WILMINGTON — John Iverson had no idea “Cyrano: The Musical” existed until Barbara Lipstadt brought it to his attention and he got a hold of the soundtrack.
“It’s early ‘70s Broadway music — there’s a lot of originality to it,” Iverson said. “You find yourself singing this involuntarily all the time. The music is really, really good.”
For performances of “Cyrano” at Memorial Hall in Wilmington on Aug. 19 to 21, Iverson is playing the lead character and play’s namesake. He said he’s having a lot of fun singing the songs, which have him going from his lowest usable note to falsetto.
“I got everything from a sweet love song to angry yelling at the world kind of stuff to a really good death song at the end,” he said. “It’s challenging and wonderful, and I’m having a great time.”
Lipstadt, the show’s musical director, founded the Deerfield Valley Players in 1997 to perform “The Pirates of Penzance” before putting on Broadway musicals every summer for the next 11 years. For about a decade, the group went on hiatus until returning in 2019 with “Cabaret,” which she called “a great success.”
Aiming for a cabaret style once again, the plan for “Cyrano” is to set up tables and chairs similar to for “Cabaret,” with regular seating in the back and tables in front. Wine will be served.
“Cyrano” opened on Broadway in 1973 and starred Christopher Plummer, who received a Tony award for the role. That year, Lipstadt and her husband went to the Colonial Theatre in Boston, where they were living at the time, to see a preview of the show before it went to New York City.
“We didn’t know anything about it,” Lipstadt said. “We were blown away. We just loved it. We always remembered it.”

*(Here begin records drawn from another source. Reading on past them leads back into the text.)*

@dataclass(eq=False)
class Scene:
    """One record, one distance, its intervals: what a feature function looks at.

    Parameters
    ----------
    ahead : FirstLook
        A `LookAhead` for everything but coverage, sea state, noise and length of the record.
    index : int
        Which distance.
    edges : (m + 1,) array [s]
        Of the intervals at the target, on the record's clock.
    """

    ahead: FirstLook
    index: int
    edges: np.ndarray
    _memory: dict = field(default_factory=dict, repr=False)

    @property
    def count(self) -> int:
        """Number of intervals."""
        return self.edges.size - 1

    @property
    def distance(self) -> float:
        """Distance [m]."""
        return float(self.ahead.distances[self.index])

    @property
    def travel_time(self) -> float:
        """Time [s] that energy at the peak takes from sensor to target."""
        sea = self.ahead.sea
        return self.distance / float(group_velocity(2 * np.pi / sea.tp, sea.depth))

    def _inside(self, times, *, widen=0.0, shift=0):
        """(m, n) whether each of n times [s] falls in each interval.

        The interval is widened by `widen` peak periods at both ends and moved by `shift` intervals.
        """
        tp = self.ahead.sea.tp
        move, slack = shift * INTERVAL_PERIODS * tp, widen * tp
        low, high = self.edges[:-1, None] + move - slack, self.edges[1:, None] + move + slack
        return (times >= low) & (times < high)

    def _arrival(self, sent, speed):
        """Time [s] at the target of what left the sensor at `sent` [s], scaled speed dT/dX."""
        envelope = self.ahead.content.envelope
        late = speed * (self.distance / evolution_scale(envelope)) / envelope.omega0
        return sent + self.travel_time + late

    def ranked_wave(self, track, quantity, *, widen=0.0, shift=0, rank=1):
        """(m,) `rank`-th largest height or crest [Hs] with its crest in each interval.

        The interval is widened by `widen` peak periods at both ends and moved by `shift`
        intervals; 0 where there is no such wave.
        """
        waves, sea = track.waves, self.ahead.sea
        values = getattr(waves, quantity)
        if values.size == 0:
            return np.zeros(self.count)
        found = np.where(self._inside(waves.crest_time, widen=widen, shift=shift), values, 0.0)
        if rank == 1:
            return found.max(axis=1) / sea.hs
        if values.size < rank:
            return np.zeros(self.count)
        return np.partition(found, -rank, axis=1)[:, -rank] / sea.hs

    def largest_envelope(self, track, *, shift=0, fed=False):
        """(m,) largest envelope height [Hs] in each interval, or in the window that feeds it."""
        sea = self.ahead.sea
        move = shift * INTERVAL_PERIODS * sea.tp - (self.travel_time if fed else 0.0)
        first = np.searchsorted(track.times, self.edges[:-1] + move)
        last = np.searchsorted(track.times, self.edges[1:] + move)
        return np.array(
            [
                track.envelope_height[a:b].max() if b > a else 0.0
                for a, b in zip(first, last, strict=True)
            ]
        ) / sea.hs  # fmt: skip

    def feeding_group(self) -> np.ndarray:
        """(m,) index of the strongest scattering window that feeds each interval, -1 for none.

        Windows whose centre, moved by the travel time, falls in the interval widened by
        `TIMING_PERIODS`; the strongest has the largest Im of an eigenvalue.
        """
        if "group" not in self._memory:
            content = self.ahead.content
            inside = self._inside(content.centres + self.travel_time, widen=TIMING_PERIODS)
            strength = np.where(inside, content.windows.largest, -1.0)
            best = strength.argmax(axis=1)
            self._memory["group"] = np.where(inside.any(axis=1), best, -1)
        return self._memory["group"]

    def group_value(self, name: str) -> np.ndarray:
        """(m,) one field of the feeding group's content, 0 where no group feeds."""
        group = self.feeding_group()
        return np.where(group >= 0, getattr(self.ahead.content.windows, name)[group], 0.0)

    def focus_nearness(self) -> np.ndarray:
        """(m,) distance over the feeding group's focusing distance, 0 if it does not focus."""
        focus = self.group_value("focus_distance")
        here = self.distance / evolution_scale(self.ahead.content.envelope)
        ratio = here / np.where(focus > 0, focus, np.inf)
        return np.clip(ratio, 0, 4)

    def arriving_waves(self, window: str) -> tuple[np.ndarray, np.ndarray]:
        """Height of the waves that arrive if phases are left out.

        Each window's energy moves at the speeds of its scattering spectrum, dispersive waves and
        solitons alike (`scattering.windowed_energy`).

        Parameters
        ----------
        window : str
            Which of `FLUX_WINDOWS`.

        Returns
        -------
        times : (t,) array [s]
            At the target, on the record's clock, `FLUX_BIN_PERIODS` apart.
        height : (t,) array [Hs]
            Root mean square of the envelope height 2|A|; 1/sqrt(2) in the mean of the record.
        """
        key = "arriving " + window
        if key not in self._memory:
            content, tp = self.ahead.content, self.ahead.sea.tp
            envelope, sent = content.envelope, content.flux[window]
            left = envelope.start + sent.centre / envelope.omega0
            arrival = self._arrival(left[:, None], sent.speed)
            width = FLUX_BIN_PERIODS * tp
            reach = int(4 * FLUX_SMOOTHING_PERIODS / FLUX_BIN_PERIODS)
            room = FLUX_NEIGHBOUR_PERIODS * tp + (reach + 1) * width
            first = self.edges[0] - room
            count = int((self.edges[-1] + room - first) / width)
            index = ((arrival - first) // width).astype(int)
            inside = (index >= 0) & (index < count)
            rate = np.bincount(index[inside], weights=sent.energy[inside], minlength=count)
            offset = np.arange(-reach, reach + 1) * FLUX_BIN_PERIODS / FLUX_SMOOTHING_PERIODS
            kernel = np.exp(-0.5 * offset**2)
            # overlapping windows, whose squared weight is 3/8 in the mean, count energy repeatedly
            length, spacing = FLUX_WINDOWS[window]
            overlap = 0.375 * length / spacing
            mean = content.scale**2 * envelope.omega0 * width * overlap
            flux = np.convolve(rate, kernel / kernel.sum(), "same") / mean
            times = first + width * (np.arange(count) + 0.5)
            self._memory[key] = times, np.sqrt(0.5 * flux)
        return self._memory[key]

    def arriving_height(self, window: str, *, later: float = 0.0) -> np.ndarray:
        """(m,) `arriving_waves` in the middle of each interval, or `later` peak periods after."""
        times, height = self.arriving_waves(window)
        middle = 0.5 * (self.edges[:-1] + self.edges[1:])
        return np.interp(middle + later * self.ahead.sea.tp, times, height)

    def largest_arriving(self, window: str) -> np.ndarray:
        """(m,) largest of `arriving_waves` in each interval."""
        times, height = self.arriving_waves(window)
        return np.array(
            [height[a:b].max() for a, b in pairwise(np.searchsorted(times, self.edges))]
        )

    def arriving_soliton(self) -> np.ndarray:
        """(m,) largest soliton [rms q] of the whole record that arrives by its own speed, or 0.

        In the interval widened by `TIMING_PERIODS`.
        """
        content = self.ahead.content
        arrival = self._arrival(content.locations, -4 * content.eigenvalues.real)
        inside = self._inside(arrival, widen=TIMING_PERIODS)
        found = np.where(inside, content.eigenvalues.imag, 0.0)
        return found.max(axis=1, initial=0.0) / content.scale

    def _shares(self):
        """Places in time and, at each, shares of the energy: covered, known in phase.

        Returns times (m, p) and two (m, p) arrays, 0..1.  A component is covered where it left
        the sensor inside the record, and known in phase times its squared `phase_coherence`.
        """
        if "shares" not in self._memory:
            ahead, sea = self.ahead, self.ahead.sea
            f = ahead.spectrum.frequency * sea.tp
            used = (f > FREE_BAND[0]) & (f < FREE_BAND[1])
            density = ahead.spectrum.density[used]
            share = density / density.sum()
            inner = (np.arange(PLACES) + 0.5) / PLACES
            times = self.edges[:-1, None] + np.diff(self.edges)[:, None] * inner
            start, end = ahead.record.start, ahead.record.end
            left_between = partial(
                covered, times, self.distance, frequency=ahead.spectrum.frequency[used],
                start=start, depth=sea.depth,
            )  # fmt: skip
            inside = left_between(end=end)
            coherent = phase_coherence(f[used] - 1, sea.kp * self.distance, sea.steepness) ** 2
            continued = left_between(end=end + CONTINUED_PERIODS * sea.tp)
            known = continued @ (share * coherent)
            self._memory["shares"] = times, inside @ share, known
        return self._memory["shares"]

    def coverage(self):
        """(m,) share of the energy that left the sensor inside the record, 0..1."""
        return self._shares()[1].mean(axis=1)

    def least_coverage(self):
        """(m,) the least coverage within each interval."""
        return self._shares()[1].min(axis=1)

    def unexplained(self):
        """(m,) share of the energy that is not covered or whose phase is lost."""
        return 1 - self._shares()[2].mean(axis=1)

    def reach(self, probability: float):
        """(m,) height [Hs] that an interval's highest wave reaches with `probability`.

        As if what the expected wave does not know were Gaussian: the envelope is then Rician
        about the expected one (Rice 1945, Bell Syst. Tech. J. 24, sec. 3.10), with `PLACES`
        places an interval counting as `WAVES_PER_INTERVAL` independent waves.
        """
        if "reach" not in self._memory:
            track = self.ahead.expected[self.index]
            times, _, known = self._shares()
            centre = np.interp(times, track.times, track.envelope_height) / self.ahead.sea.hs
            spread = 0.5 * np.sqrt(np.clip(1 - known, LEAST_UNKNOWN, 1.0))
            level = REACH_LEVELS[:, None, None]
            below = 1 - rice_exceedance(centre / spread, level / spread)
            log_none = np.log(np.clip(below, 1e-12, 1)).sum(axis=-1)
            self._memory["reach"] = 1 - np.exp(log_none * (WAVES_PER_INTERVAL / PLACES))
        exceeded = self._memory["reach"]
        return np.array([np.interp(-probability, -row, REACH_LEVELS) for row in exceeded.T])

    def statistics(self) -> dict[str, float]:
        """Skewness, excess kurtosis and groupiness of the record."""
        if "statistics" not in self._memory:
            ahead = self.ahead
            z = ahead.record.elevation - ahead.record.elevation.mean()
            sigma = z.std()
            times, heights = ahead.sensor.times, ahead.sensor.envelope_height
            inside = (times >= ahead.record.start) & (times <= ahead.record.end)
            square = heights[inside] ** 2
            self._memory["statistics"] = {
                "skewness": (z**3).mean() / sigma**3,
                "excess_kurtosis": (z**4).mean() / sigma**4 - 3,
                "groupiness": (square**2).mean() / square.mean() ** 2,
            }
        return self._memory["statistics"]

    def noise_share(self) -> float:
        """Standard deviation of white sensor noise over that of the record."""
        elevation, spectrum = self.ahead.record.elevation, self.ahead.spectrum
        white = noise_floor(spectrum, 1 / self.ahead.sea.tp) * spectrum.frequency[-1]
        return np.sqrt(max(white, 0.0)) / (elevation - elevation.mean()).std()
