"""Synthetic seas that teach and test: recipe -> member -> shard.

Each member draws its sea from its own seed, so the numbers are the same whatever the number of
workers, their order or the machine they run on.
"""

from __future__ import annotations

from functools import partial

import numpy as np

from forecaster.waves.hos import FullyNonlinearSea
from forecaster.waves.linear import GRAVITY
from forecaster.waves.spectrum import jonswap
from forecaster.waves.synthesis import random_surface

PEAK_PERIOD = 10.0  # s; deep-water seas scale, so one period stands for all
BAND = (0.4, 2.5)  # of the peak frequency: what a drawn sea holds
STEPS_PER_SAMPLE = 2  # of the fully nonlinear engine
MODES_PER_WAVELENGTH = 8
RAMP_PERIODS = 8.0


def member_generator(root_seed: int, member: int, *purpose: int) -> np.random.Generator:
    """The random numbers of one member, for one purpose (none: the sea itself)."""
    return np.random.default_rng(np.random.SeedSequence(root_seed, spawn_key=(member, *purpose)))


def draw_sea(recipe, generator) -> dict[str, float]:
    """Parameters of one sea: steepness kp Hs/2, peak enhancement, second system, settling.

    Uniform in steepness, log-uniform in gamma.  With the recipe's probability a second system
    holds part of the energy at a higher peak frequency.
    """
    steepness = generator.uniform(*recipe.steepness)
    gamma = np.exp(generator.uniform(*np.log(recipe.gamma)))
    settling = generator.uniform(*recipe.settling_periods)
    second = generator.uniform() < recipe.second_system_share
    share, ratio = generator.uniform(0.15, 0.5), generator.uniform(1.3, 1.9)
    return {
        "steepness": float(steepness),
        "gamma": float(gamma),
        "settling_periods": float(settling),
        "second_share": float(share) if second else 0.0,
        "second_frequency_ratio": float(ratio) if second else 1.0,
    }


def _density(sea: dict[str, float], hs: float):
    main = partial(jonswap, hs=hs, tp=PEAK_PERIOD, gamma=sea["gamma"])
    if sea["second_share"] == 0:
        return main
    other = partial(jonswap, hs=hs, tp=PEAK_PERIOD / sea["second_frequency_ratio"], gamma=2.0)
    share = sea["second_share"]
    return lambda frequency: (1 - share) * main(frequency) + share * other(frequency)


def simulate(recipe, member: int) -> dict[str, np.ndarray]:
    """Run one member of a recipe whose engine is ``hos``.

    Returns
    -------
    dict of arrays
        ``elevation`` (gauges, n) float32 [m], the gauges one spacing apart downwave on a line
        that closes on itself; ``dt`` [s]; ``gauge_spacing`` [m]; the sea's parameters; and
        ``energy_kept``, the share of energy left at the end of what was left after settling.
    """
    generator = member_generator(recipe.root_seed, member)
    drawn = draw_sea(recipe, generator)
    omega_p = 2 * np.pi / PEAK_PERIOD
    kp = omega_p**2 / GRAVITY
    wavelength = 2 * np.pi / kp
    hs = 2 * drawn["steepness"] / kp
    wavelengths = recipe.gauges * recipe.gauge_spacing_wavelengths
    sea = FullyNonlinearSea(
        wavelengths * wavelength,
        peak_wavenumber=kp,
        modes=round(MODES_PER_WAVELENGTH * wavelengths),
    )
    start = random_surface(
        sea, _density(drawn, hs), generator, hs=hs,
        band=(BAND[0] / PEAK_PERIOD, BAND[1] / PEAK_PERIOD),
    )  # fmt: skip
    dt = PEAK_PERIOD / recipe.samples_per_period
    step = dt / STEPS_PER_SAMPLE
    _, settled = sea.march(
        start,
        step=step,
        samples=0,
        settle=round(drawn["settling_periods"] * PEAK_PERIOD / step),
        ramp=RAMP_PERIODS * PEAK_PERIOD,
    )
    places = np.arange(recipe.gauges) * (sea.points // recipe.gauges)
    elevation, end = sea.march(
        settled,
        step=step,
        samples=round(recipe.duration_periods * recipe.samples_per_period),
        steps_per_sample=STEPS_PER_SAMPLE,
        places=places,
    )
    return {
        "elevation": elevation.T.astype(np.float32),
        "dt": np.float64(dt),
        "gauge_spacing": np.float64(recipe.gauge_spacing_wavelengths * wavelength),
        "energy_kept": np.float64(sea.energy(end) / sea.energy(settled)),
        **{name: np.float64(value) for name, value in drawn.items()},
    }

Lipstadt always wanted to put the show on with the Deerfield Valley Players. She thought the group had actors and actresses to fit the roles “very well,” she said.
Iverson also played the lead in “Cabaret.”
Reed Brown, the show’s director, teaches theater in universities. When his family returned to Vermont, someone suggested getting in touch with Lipstadt, who was getting the Deerfield Valley Players together again.
When Lipstadt asked Brown what he thought of doing “Cyrano,” he said he loved the idea.
“I’ve been a huge fan of the story of Cyrano de Bergerac,” he said, having organized two other productions of the show but never the musical version.
Brown said he had every confidence Iverson could handle the role of Cyrano.
“It’s a monumental task for an actor,” Brown said. “It’s one of those things in the acting field we refer to as the mountain you have to climb. There’s Hamlet, there’s Lear and there’s always Cyrano. Kevin Kline just did it on Broadway right before the pandemic and you know, he’s tackled Hamlet three times.”
Though he hadn’t counted the lines at the time of the interview, Iverson said there’s a lot, and Brown assured him he has more than the rest of the cast combined.
Brown described the play as a comedy that turns tragic.
“It’s based on a lead character that can only be described as a grotesque,” he said. “The only other comparable play I know is ‘The Hunchback of Notre Dame.’ Same country, same feeling. The French, at the time, were big on characters who, because of their physical appearance, were outcasts and Cyrano definitely fits that mold.”
It’s Cyrano’s big nose that makes him fall into the category, Lipstadt said. Iverson described Cyrano as very intelligent and articulate, and a big romantic who didn’t feel capable of having romance because of his ugliness.
The man the story is based off died in 1648, but a play wasn’t written until several hundred years later, Brown said. The first production occurred in 1903. Brown said it was written by Edmond Rostand, probably sometime in the 1890s.
A film version, with big sword fights but no singing, came out in 1950. Brown said most people don’t remember it exists.
“It was one of the great swashbucklers in the Errol Flynn mode,” he said.
In Wilmington, the play will include 15 cast members from the region and a full orchestra. They’re from local communities such as Jacksonville, Wilmington, Dover, Brattleboro and Putney. Iverson lives in Bernardston, Mass.
Brown isn’t surprised by the talent found here. He said he founded a small theater company in Missouri, where he realized how people with “a remarkable level of talent” can be discovered waiting to perform in areas without many opportunities to see theater, dance, opera or symphonies.
It’s been two years since “Cabaret” was put on in Wilmington, but people still talk about having been able to watch such a high-quality performance locally, Brown said.
“I know some of the young people who have come,” he said. “It was probably the first full-blown musical they have seen.”
Since the productions are an all-volunteer effort, rehearsals are spread throughout the course of a summer. Music rehearsals began around May or June.
Brown said the group commits a lot of time to the show and needs to adapt to people’s schedules.
Doors open at 7 p.m. with shows starting at 7:30 p.m. Aug. 19, 20 and 21. Tickets can be purchased at the box office the night of the show, events.com or Bartleby’s Books at 17 West Main St. in Wilmington.